Seeing it through
Do you know how wonderful it is to wake up this morning not only at goal, but not hungover or bloated from eating and drinking?
Maybe what I post is too personal, but being connected helped me ride through a hard couple of days.
Pre-wls and getting sober, I NEVER rode anything through; too uncomfortable-must numb out.
Not anymore. It may be uncomfortable sometimes, but I have absolute faith I can hang onto my heinie and ride it out, and that there is a light at the end of the tunnel.
Funny thing is, I can go for months with not much conflict, then out of nowhwere, whammo! That's what makes this such a tricky deal. When I had my relapse, I thought I was in a good place; even went to a meeting that am and had lots of giggles. Hmmm.
Anyway, I feel great now, and a little proud that I saw it through. Each time it makes me stronger for the next time.
And there WILL be a next time! Life happens.
Anyway, reaching goal was pretty easy in the sense I knew exactly what I had to do to get where I wanted to be. Developing coping and living skills is a bit of a tougher nut to crack, especially if you've never experienced good examples of it. But, forward ho! I'm NEVER going back! (least I hope not!)

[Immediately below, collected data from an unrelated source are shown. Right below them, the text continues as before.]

def tica_states(coords, labels, *, states, lag_ps, timescales_ps=None, n_slow=None,
                biased=False, longest_run_ps=None, resolved=None):
    """Frames in the two slowest TICA coordinates, coloured by proposed state.

    Parameters
    ----------
    coords : array-like of shape (n_frames, 2)
        The first two slow coordinates (kinetic map: dimensionless).
    labels : sequence of str
        The proposed state of each frame.
    states : sequence of str
        The states in order (for the colours).
    lag_ps : float
        The TICA lag, ps.
    timescales_ps : sequence of float or None, optional
        Implied timescales of the coordinates, ps (None: not finite); lower bounds
        on the true ones given ample data, as the axis labels say.
    n_slow : int or None, optional
        The coordinates the states were clustered in; a coordinate beyond it is
        labelled as faster than the lag and not used for the states. None: a
        coordinate counts as used unless its timescale is at most `lag_ps`.
    biased : bool, default=False
        Whether the runs are biased: the caption says the frames are drawn
        without their weights.
    longest_run_ps : float or None, optional
        The longest run, ps; with `resolved`, the report data's
        ``timescales_resolved``: a timescale the runs do not resolve is labelled
        "> longest run (not resolved by these runs)", as the summary writes it
        (:func:`tica_resolved`).

    Returns
    -------
    Figure
        ``data``: ``counts`` and ``centroids`` per state, ``used`` (per axis,
        whether the states were clustered in it) and ``axis_labels``.

    Examples
    --------
    >>> fig = tica_states([[0.0, 0.1], [1.0, 0.0], [1.2, 0.2]], ["S1", "S2", "S2"],
    ...                   states=["S1", "S2"], lag_ps=2.0)
    >>> fig.data["counts"], fig.data["centroids"]["S2"]
    ({'S1': 1, 'S2': 2}, [1.1, 0.1])

    A second coordinate faster than the lag (clustered in the first alone):

    >>> fig = tica_states([[0.0, 0.1], [1.0, 0.0]], ["S1", "S2"], states=["S1", "S2"],
    ...                   lag_ps=20.0, timescales_ps=[80.0, 12.7], n_slow=1)
    >>> fig.data["used"]
    [True, False]
    >>> print(fig.data["axis_labels"][1])
    TICA coordinate 2 (TICA timescale 12.7 ps):
    faster than the 20 ps lag, not used for the states

    A first coordinate slower than the runs are long:

    >>> fig = tica_states([[0.0, 0.1], [1.0, 0.0]], ["S1", "S2"], states=["S1", "S2"],
    ...                   lag_ps=0.6, timescales_ps=[581.0, 1.43], longest_run_ps=90.0)
    >>> print(fig.data["axis_labels"][0])
    slow coordinate 1 (dimensionless, kinetic map;
    timescale > 90 ps, not resolved by these runs)
    """
    xy = np.asarray(coords, dtype=np.float64).reshape(-1, 2)
    lab = np.asarray(list(labels), dtype=object)
    if lab.shape != (xy.shape[0],):
        raise ValueError("tica: one state per frame of coords is needed")
    unknown = sorted(set(lab.tolist()) - set(states))
    if unknown:
        raise ValueError(f"tica: unknown state {unknown[0]!r}")
    colors = state_colors(states)
    counts, centroids = {}, {}
    ts = list(timescales_ps or [])
    ok = tica_resolved(ts, resolved, longest_run_ps)

    def used(k):
        if n_slow is not None:
            return k < n_slow
        return not (len(ts) > k and ts[k] is not None and ts[k] <= lag_ps)

    def axis_label(k):
        known = len(ts) > k and ts[k] is not None
        if not used(k):
            return (f"TICA coordinate {k + 1}" + (f" (TICA timescale {ts[k]:.3g} ps)" if known
                                                  else "")
                    + f":\nfaster than the {lag_ps:g} ps lag, not used for the states")
        if len(ok) > k and ok[k] is False and longest_run_ps is not None:
            return (f"slow coordinate {k + 1} (dimensionless, kinetic map;\ntimescale > "
                    f"{longest_run_ps:.3g} ps, not resolved by these runs)")
        return (f"slow coordinate {k + 1} (dimensionless, kinetic map"
                + (f";\ntimescale \u2265 {ts[k]:.3g} ps, a lower bound)" if known else ")"))

    axis_labels = [axis_label(0), axis_label(1)]

    with _style():
        fig, ((ax,),) = _new(5.4, 4.2)
        for s in states:
            sel = lab == s
            counts[s] = int(sel.sum())
            if sel.any():
                centroids[s] = [round(float(v), 12) for v in xy[sel].mean(axis=0)]
                ax.scatter(xy[sel, 0], xy[sel, 1], s=3, color=colors[s], lw=0, label=s,
                           rasterized=True)
        ax.set_xlabel(axis_labels[0])
        ax.set_ylabel(axis_labels[1])
        ax.set_title(f"two slowest TICA coordinates (lag {lag_ps:g} ps), by proposed state")
        ax.legend(handles=[_legend_dot(colors[s]) for s in states], labels=list(states),
                  loc="best")
        data = {"counts": counts, "centroids": centroids,
                "colors": {s: colors[s] for s in states}, "used": [used(0), used(1)],
                "axis_labels": axis_labels, "resolved": ok[:2]}
        alt = (f"{xy.shape[0]} frames in the two slowest TICA coordinates at lag {lag_ps:g} ps, "
               "coloured by proposed state: " + ", ".join(
                   f"{s} {counts[s]} frames" for s in states) + ".")
        caption = ("Proposed states: frames of the runs (a subsample) in the two slowest TICA "
                   "coordinates, coloured by the state k-means gave them; well-separated "
                   "clouds are distinct slow states. The axes' timescales are TICA's, lower "
                   "bounds on the true ones given ample data (variational principle, "
                   "No\u00e9 and N\u00fcske 2013); too few frames for the features inflate "
                   "them (the run summary warns then).")
        if any(r is False for r in ok[:2]):
            caption += (f" An axis marked \u201cnot resolved\u201d has a TICA timescale longer "
                        f"than the longest run ({longest_run_ps:.3g} ps): the runs show only "
                        "that it is slower than they are, not how slow.")
        if not used(1):
            caption += (f" The vertical axis is a TICA coordinate faster than the {lag_ps:g} ps "
                        "lag, drawn to spread the points: the states were clustered in the "
                        "slow coordinate(s) alone, so their separation along it means nothing.")
        if biased:
            caption += (" The runs are biased: the points are frames as sampled, drawn without "
                        "their reweighting factors exp(V/kT), so their density is the biased "
                        "sampling's, not equilibrium's (TICA and the states' centres come from "
                        "the reweighted statistics).")
        return _finish(fig, "tica-states", caption, alt, data)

I'm glad I have my problems. Almost sorry for normies who never have the impetus to explore themselves, change behaviors and grow. Ignorance may be bliss, but self-exploration and knowledge is the cat's meow!
Vicki
Hi Vicki,
I appreciate your openess. I have a friend who says I know I have another relapse in me... I am just not sure I have another chance at recovery. It helps me to hear that and know I am always at risk. I never know what is going to trigger my disease. This week I was doing great in many ways but everytime I looked in the mirror I saw a 316# woman. I know I do look different but my brain did not see it that way. I have had great success so far but my self esteam is my weakness today. Somedays it is other things. I have 3 young adult kids and a family friends daughter in my life I struggle to not be co- depndant with. Funny, I have been doing better than ever with that and next thing I know I am obsessed with body image. As another friend says, This disease is baffling, cunning, and wants me dead but will settle for me high.
Enjoy your day. I am cleaning house, going to watch my daughter's dance, and to a meeting. Grateful to have all those opportunities!